In other words, the value obtained by estimating the load torque with the first-order delay becomes the load torque estimated value ∧τ _L. Here, the principle of the low inertia control of FIG. 20 will be described. When FIG. 20 is modified, FIG. 21 is obtained. Assuming that the load torque estimation and the input torque estimation are very fast in FIG. 21, the motor acceleration / deceleration torque τ _AC is expressed by the following equation.

[0051]

[Equation 14]

Assuming that T _ML = T _ML * in the above equation (19), the relationship from this torque τ _AC to the motor angular velocity ω _M is the following equation (20), and the inertia of the motor is apparently T _m * Becomes

[0053]

(Equation 15)

From the above, if the speed of load torque estimation can be increased, the low inertia control can be performed according to FIG.

Next, the resonance ratio control shown in References A and B will be described. FIG. 22 is a block diagram of the two-inertia system when R _m = 0 is approximated in FIG. 22, the reference numerals are the same as those in FIG. Here, the axial torque observer of FIG. 18 is configured using the motor generated torque τ _M and the angular velocity ω _M of the motor, and the estimated axial torque value ∧τ _S is multiplied by (1-K) to perform feedforward compensation. The configuration diagram at that time is shown in FIG. As the shaft torque estimate in FIG. 23 can be estimated at high speed, so that the shaft torque estimated value ∧Tau _S assumed ≒ tau _S and 24. FIG.
FIG. 25 is obtained by deriving the block diagram of the resonance ratio control shown in Reference B by modifying the above. From FIG. 25, when the resonance ratio control is performed, the motor inertia is apparently (1 / K).
Further, in the compensation circuit of FIG. 24, (1 / K) appears after τ _i ′, so it is necessary to multiply the torque command by K times. Here, the relationship between the resonance ratios R and K is obtained from the references A and B as the following equation.

K = T _M (R ² −1) / _{TL L} (21) R: From Reference A, R ² = 5 is the optimum value for vibration suppression From the above-described low inertia control and resonance ratio control When the following replacement is performed, the inertia reduction control becomes exactly the same as the resonance ratio control. That is, by performing the following substitutions (1) to (3), it becomes equivalent to the block diagram of Reference B before SFC insertion.
(1) Although the low inertia control shown in FIG. 20 is treated as a single inertia system, the dynamometer DY1 and the dynamometer D are used.
Divided into Y2 and handled as a two-inertia system. (Handle as T _ML → T _M ) and (2) T _ML * → T _M * shown in FIG. (3) _Let T _ML * / T _m = K shown in FIG.
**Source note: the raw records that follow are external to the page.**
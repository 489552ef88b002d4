package slab

import (
	"context"
	"fmt"
	"math"
	"math/cmplx"
	"testing"

	"betaloom/solvers"
)

// slot is a film of index n between two metals of 0.14 - 5.88i.
func slot(n complex128, d float64) *model {
	n1 := 0.14 - 5.88i
	out := medium{eps: isotropic(n1 * n1), open: true}
	film := medium{eps: isotropic(n * n), d: d, stretch: 1}
	return &model{name: fmt.Sprintf("slot of %g m", d), w0: frequency(1.55e-6), layers: []medium{out, film, out}}
}

// residual says how far a mode is from tanh(g2 d/2) = -e2 g1/(e1 g2), or coth for the odd
// ones, with g1 and g2 the decay over k in metal and film (Economou, Phys. Rev. 182, 539 (1969)); TE
// is the same with both permittivities taken as one, even and odd those of Ex.
func residual(m *model, mode *solvers.Mode) float64 {
	n := complex(mode.Neff, -mode.Kappa)
	e1, e2 := m.layers[0].eps[0], m.layers[1].eps[0]
	g1, g2 := cmplx.Sqrt(n*n-e1), cmplx.Sqrt(n*n-e2)
	th := cmplx.Tanh(g2 * complex(m.w0/lightSpeed*m.layers[1].d/2, 0))
	if mode.Type == "TE" {
		e1, e2 = 1, 1
	}
	left, right := g2*e1*th, -e2*g1
	if mode.Symmetry == "odd" {
		left, right = g2*e1, -e2*g1*th
	}
	return cmplx.Abs(left-right) / (cmplx.Abs(left) + cmplx.Abs(right))
}

// TestSlotBetweenMetals sweeps the width of a slot: the half-spaces' index, 0.14, lets modes
// come in at low effective index, past the many evanescent ones that crowd there.
// Every mode obeys the closed form, their number is that of winding in small
// steps, and each family moves as its own derivative in the width says.
func TestSlotBetweenMetals(t *testing.T) {
	for _, n := range []complex128{2.14 - 0.008i, 1.45} {
		s := New(2)
		before := map[string]solvers.Mode{}
		for i := range 99 {
			m := slot(n, 0.02e-6+0.01e-6*float64(i))
			t.Run(fmt.Sprint(n, m.name), func(t *testing.T) {
				modes, count := solveModel(t, s, m, 40)
				if i%14 == 0 && count.N != m.winding(false)+m.winding(true) {
					t.Errorf("%d modes, expected %d", count.N, m.winding(false)+m.winding(true))
				}
				if count.N < len(before) || modes[0].Family != "TM0" {
					t.Errorf("%d modes after %d, the first %s", count.N, len(before), modes[0].Family)
				}
				for _, mode := range modes {
					if e := residual(m, &mode); e > 1e-11 { // rounding, times n^2/g2^2
						t.Errorf("%s: residual %g", mode.Family, e)
					}
					slopeAgrees(t, m, before, &mode)
				}
			})
		}
		if len(before) < 3 {
			t.Errorf("%v: %d families", n, len(before))
		}
	}
}

// slopeAgrees compares a family's step with the trapezoidal rule on dneff/dp0, away from its start
// (p0 is the logarithm of the width). The rule's error is a share of how much the slope changes.
func slopeAgrees(t *testing.T, m *model, before map[string]solvers.Mode, mode *solvers.Mode) {
	t.Helper()
	d := m.layers[1].d
	now := *mode
	now.DNeff = []float64{mode.DNeff[0] / d}
	last, seen := before[mode.Family]
	before[mode.Family] = now
	if !seen {
		return
	}
	step := now.Neff - last.Neff
	a, b := 0.01e-6*last.DNeff[0], 0.01e-6*now.DNeff[0]
	if math.Abs(step-(a+b)/2) > math.Abs(a-b)/2 {
		t.Errorf("%s: step %g, slopes %g and %g", mode.Family, step, a, b)
	}
}

// TestFarPlasmons: the two faces of an opaque metal carry plasmons 4e-6 apart, far from the film of the
// highest permittivity. Each is a root of the characteristic equation in 420 bits, within its bound.
func TestFarPlasmons(t *testing.T) {
	square := func(n complex128) [3]complex128 { return isotropic(n * n) }
	low := square(1.0131119104191721)
	lossy := square(0.574603425160236 - 1.6344107365659803i)
	m := &model{name: "far plasmons", w0: frequency(1.55e-6), top: true, layers: []medium{
		{eps: low, open: true}, {eps: lossy, d: 1.79309e-6}, {eps: low, d: 2.81449e-6}, {eps: lossy, d: 0.0506559e-6},
		{eps: square(2.2548553503221058), d: 0.0373958e-6}, {eps: square(0.13968533992739424 - 1.5675455767558368i), d: 0.383207e-6},
	}}
	modes, count, err := New(2).Solve(context.Background(), m.w0, m.stack(), 40)
	if err != nil || count.N != 4 {
		t.Fatalf("%+v, %v", count, err)
	}
	for _, mode := range modes {
		t.Run(mode.Family, func(t *testing.T) {
			n := cx(complex(mode.Neff, -mode.Kappa))
			want := m.refine(t, true, n.mul(n), shift{zero(), zero(), zero()}).sqrt().float()
			if off := math.Abs(mode.Neff - real(want)); !(off <= mode.NeffErr) || off > 1e-10 {
				t.Errorf("neff %.17g, off by %g, bound %g", mode.Neff, off, mode.NeffErr)
			}
			if off := math.Abs(mode.Kappa + imag(want)); !(off <= mode.KappaErr) || off > 1e-10 {
				t.Errorf("kappa %.17g, off by %g, bound %g", mode.Kappa, off, mode.KappaErr)
			}
		})
	}
}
FIG. 1 is a block diagram showing a first embodiment of the present invention. In FIG. 1, reference numeral 11 is a first deviation device for taking a deviation between a motor angular velocity command ω _M * and a motor angular velocity ω _M. The deviation output of the first deviation device 11 is input to the speed amplifier (Kωc) 12 that is configured by PI control or P control. The output of the speed amplifier 12 is supplied to a disturbance suppression function unit (hereinafter referred to as SFC unit) 13. This SFC unit 1
3 is the integral element part 1 of the observer's moment of inertia T _ML *
3a, a second deviation device 13b that takes a deviation between the output of the integration element portion 13a and the angular velocity of the motor, and the deviation output of the second deviation device 13b is added to the output of the speed amplifier 12 via the gain portion 13c. And an adder 13d for

Output of SFC unit 13, that is, adder 13
The output of d is input as the input torque τ _i to the adder 14 and the first-order lag filter unit 15 serving as a vibration suppression circuit. The output of the first-order lag filter unit 15 is given to the plus end of the third deviation device 16, and the shaft torque estimated value ∧τ _S from the shaft torque observer 17 is given to the minus end. The output of the third deviator 16 is supplied to the adder 14 via the low inertia gain unit 18, and the input torque and the output of the gain unit 18 are added by the adder 14 to output the motor torque τ _M. obtain. This motor torque is input to the two-inertia system circuit unit 19 as shown in FIG. 22, and the shaft torque observer 1
7 is supplied. The shaft torque observer 17 includes an integral element portion 17b of the moment of inertia T _ML * of the observer to which the deviation output of the fourth deviation device 17a is input, and this integral element portion 17
The fifth deviation device 17c that takes the deviation between the estimated motor angular speed ∧ω _M 'and the motor angular speed ω _M obtained at the output of b, and the observer gain unit (Kes) to which the deviation output of the fifth deviation device 17c is supplied. And 17d.

In FIG. 1, T _ML * is T _M + T _L , and T _M
* Is set to T _M. Ke is the gain of SFC, T _F is the time constant of the first-order lag filter unit, Kes is the gain of the shaft torque observer, and K is the gain of low inertia.

Next, the operation of the above embodiment will be described. The deviation between the motor angular velocity command ω _M * and the motor angular velocity ω _M is the first
It is detected by the deviation device 11. This deviation output is the speed amplifier 1
2 is input to the SFC unit 13, where the disturbance is suppressed and the input torque τ _i is obtained at the output. When this input torque is input to the first-order lag filter unit 15, this 1
The output affected by the time constant T _F of the next-delay filter unit 15 is transmitted. This output and the output of the shaft torque observer 17 are given to the third deviation device 16, and the deviation output is sent out. At this time, even when the gain of the shaft torque observer 17 is small, the deviation output is added to the input torque via the low inertia gain unit 18 to obtain the motor-generated torque τ _M. Since this generated torque is supplied to the two-inertia system circuit section 19 and the shaft torque observer 17, the vibration suppressing effect can be improved even in the two-inertia system.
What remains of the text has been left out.